=== Begin Enclosure ===

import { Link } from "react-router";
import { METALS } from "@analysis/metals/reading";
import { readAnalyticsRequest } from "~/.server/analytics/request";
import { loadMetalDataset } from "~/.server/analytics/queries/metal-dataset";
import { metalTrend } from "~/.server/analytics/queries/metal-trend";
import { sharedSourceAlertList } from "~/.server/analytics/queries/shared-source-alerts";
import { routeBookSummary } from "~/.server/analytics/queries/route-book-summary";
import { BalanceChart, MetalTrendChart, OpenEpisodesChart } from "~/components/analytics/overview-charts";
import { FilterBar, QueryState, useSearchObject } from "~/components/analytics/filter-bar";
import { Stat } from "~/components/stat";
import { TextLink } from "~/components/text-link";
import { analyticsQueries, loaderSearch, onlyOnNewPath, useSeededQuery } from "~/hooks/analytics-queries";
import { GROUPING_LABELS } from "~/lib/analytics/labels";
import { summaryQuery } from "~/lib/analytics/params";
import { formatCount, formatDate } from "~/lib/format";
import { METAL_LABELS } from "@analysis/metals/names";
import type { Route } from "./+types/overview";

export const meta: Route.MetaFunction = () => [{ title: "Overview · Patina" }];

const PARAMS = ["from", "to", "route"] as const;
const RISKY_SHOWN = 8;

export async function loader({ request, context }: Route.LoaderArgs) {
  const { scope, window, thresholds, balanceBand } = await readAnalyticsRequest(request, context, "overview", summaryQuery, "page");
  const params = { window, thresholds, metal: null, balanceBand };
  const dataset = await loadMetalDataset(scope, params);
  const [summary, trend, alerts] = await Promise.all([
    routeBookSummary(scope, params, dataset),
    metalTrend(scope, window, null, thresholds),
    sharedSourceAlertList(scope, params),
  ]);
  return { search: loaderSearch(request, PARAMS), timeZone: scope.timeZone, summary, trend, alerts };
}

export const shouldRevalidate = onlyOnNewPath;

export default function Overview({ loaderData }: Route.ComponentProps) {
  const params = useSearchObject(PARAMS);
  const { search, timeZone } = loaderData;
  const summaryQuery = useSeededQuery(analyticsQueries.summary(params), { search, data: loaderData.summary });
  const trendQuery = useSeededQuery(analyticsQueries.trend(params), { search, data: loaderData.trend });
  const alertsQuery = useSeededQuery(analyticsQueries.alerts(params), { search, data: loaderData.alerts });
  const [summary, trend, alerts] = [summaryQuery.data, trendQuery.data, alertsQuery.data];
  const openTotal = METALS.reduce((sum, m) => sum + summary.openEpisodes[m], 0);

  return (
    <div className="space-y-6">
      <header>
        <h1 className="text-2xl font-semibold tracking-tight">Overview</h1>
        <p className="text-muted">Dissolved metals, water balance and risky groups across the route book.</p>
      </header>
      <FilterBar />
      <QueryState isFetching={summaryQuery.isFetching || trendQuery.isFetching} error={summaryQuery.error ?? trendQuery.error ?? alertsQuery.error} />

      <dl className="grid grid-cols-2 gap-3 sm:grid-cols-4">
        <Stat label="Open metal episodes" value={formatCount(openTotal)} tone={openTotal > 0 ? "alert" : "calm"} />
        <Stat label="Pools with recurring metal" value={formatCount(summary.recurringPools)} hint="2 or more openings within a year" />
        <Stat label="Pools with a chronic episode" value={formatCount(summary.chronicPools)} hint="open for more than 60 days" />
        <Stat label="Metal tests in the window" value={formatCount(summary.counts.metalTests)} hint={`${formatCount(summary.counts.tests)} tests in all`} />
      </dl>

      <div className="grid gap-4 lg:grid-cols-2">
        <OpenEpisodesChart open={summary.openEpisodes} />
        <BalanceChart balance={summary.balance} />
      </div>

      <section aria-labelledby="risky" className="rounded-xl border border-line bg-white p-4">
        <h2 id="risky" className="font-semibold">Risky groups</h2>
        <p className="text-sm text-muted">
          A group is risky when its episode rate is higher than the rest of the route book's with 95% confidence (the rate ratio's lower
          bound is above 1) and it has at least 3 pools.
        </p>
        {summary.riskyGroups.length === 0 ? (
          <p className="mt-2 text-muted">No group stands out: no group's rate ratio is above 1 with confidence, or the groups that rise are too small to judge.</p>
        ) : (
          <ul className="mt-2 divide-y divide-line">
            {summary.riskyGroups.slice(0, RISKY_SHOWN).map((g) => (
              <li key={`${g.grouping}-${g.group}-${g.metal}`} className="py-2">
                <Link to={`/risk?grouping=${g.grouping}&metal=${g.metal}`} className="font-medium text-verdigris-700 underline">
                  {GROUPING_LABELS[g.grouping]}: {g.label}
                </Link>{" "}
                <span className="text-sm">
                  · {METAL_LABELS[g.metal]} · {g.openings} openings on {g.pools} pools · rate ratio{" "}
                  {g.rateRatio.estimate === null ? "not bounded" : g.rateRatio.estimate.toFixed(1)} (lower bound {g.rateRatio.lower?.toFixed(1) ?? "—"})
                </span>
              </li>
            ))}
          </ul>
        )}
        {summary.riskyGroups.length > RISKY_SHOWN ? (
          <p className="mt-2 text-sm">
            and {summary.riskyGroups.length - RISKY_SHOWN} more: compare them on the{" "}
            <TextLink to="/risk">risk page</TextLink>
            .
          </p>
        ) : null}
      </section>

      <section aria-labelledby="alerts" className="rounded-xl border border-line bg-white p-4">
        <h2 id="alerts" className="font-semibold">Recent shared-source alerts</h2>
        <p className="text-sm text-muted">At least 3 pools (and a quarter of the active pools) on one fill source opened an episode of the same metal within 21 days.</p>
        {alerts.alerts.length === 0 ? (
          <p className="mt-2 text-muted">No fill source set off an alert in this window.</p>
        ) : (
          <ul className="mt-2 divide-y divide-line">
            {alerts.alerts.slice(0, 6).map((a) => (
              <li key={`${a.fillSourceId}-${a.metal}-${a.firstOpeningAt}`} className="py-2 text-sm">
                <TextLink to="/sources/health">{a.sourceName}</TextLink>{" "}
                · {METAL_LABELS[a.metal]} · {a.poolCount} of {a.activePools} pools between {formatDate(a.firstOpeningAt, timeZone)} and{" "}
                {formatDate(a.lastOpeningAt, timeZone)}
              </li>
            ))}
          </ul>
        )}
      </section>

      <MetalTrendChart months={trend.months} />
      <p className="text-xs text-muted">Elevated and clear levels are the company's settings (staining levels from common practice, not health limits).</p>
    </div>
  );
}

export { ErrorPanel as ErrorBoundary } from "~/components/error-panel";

=== End Enclosure ===

Only the lines with the string "window" are wanted; pick them out of the records above and copy them.

  const { scope, window, thresholds, balanceBand } = await readAnalyticsRequest(request, context, "overview", summaryQuery, "page");
  const params = { window, thresholds, metal: null, balanceBand };
    metalTrend(scope, window, null, thresholds),
        <Stat label="Metal tests in the window" value={formatCount(summary.counts.metalTests)} hint={`${formatCount(summary.counts.tests)} tests in all`} />
          <p className="mt-2 text-muted">No fill source set off an alert in this window.</p>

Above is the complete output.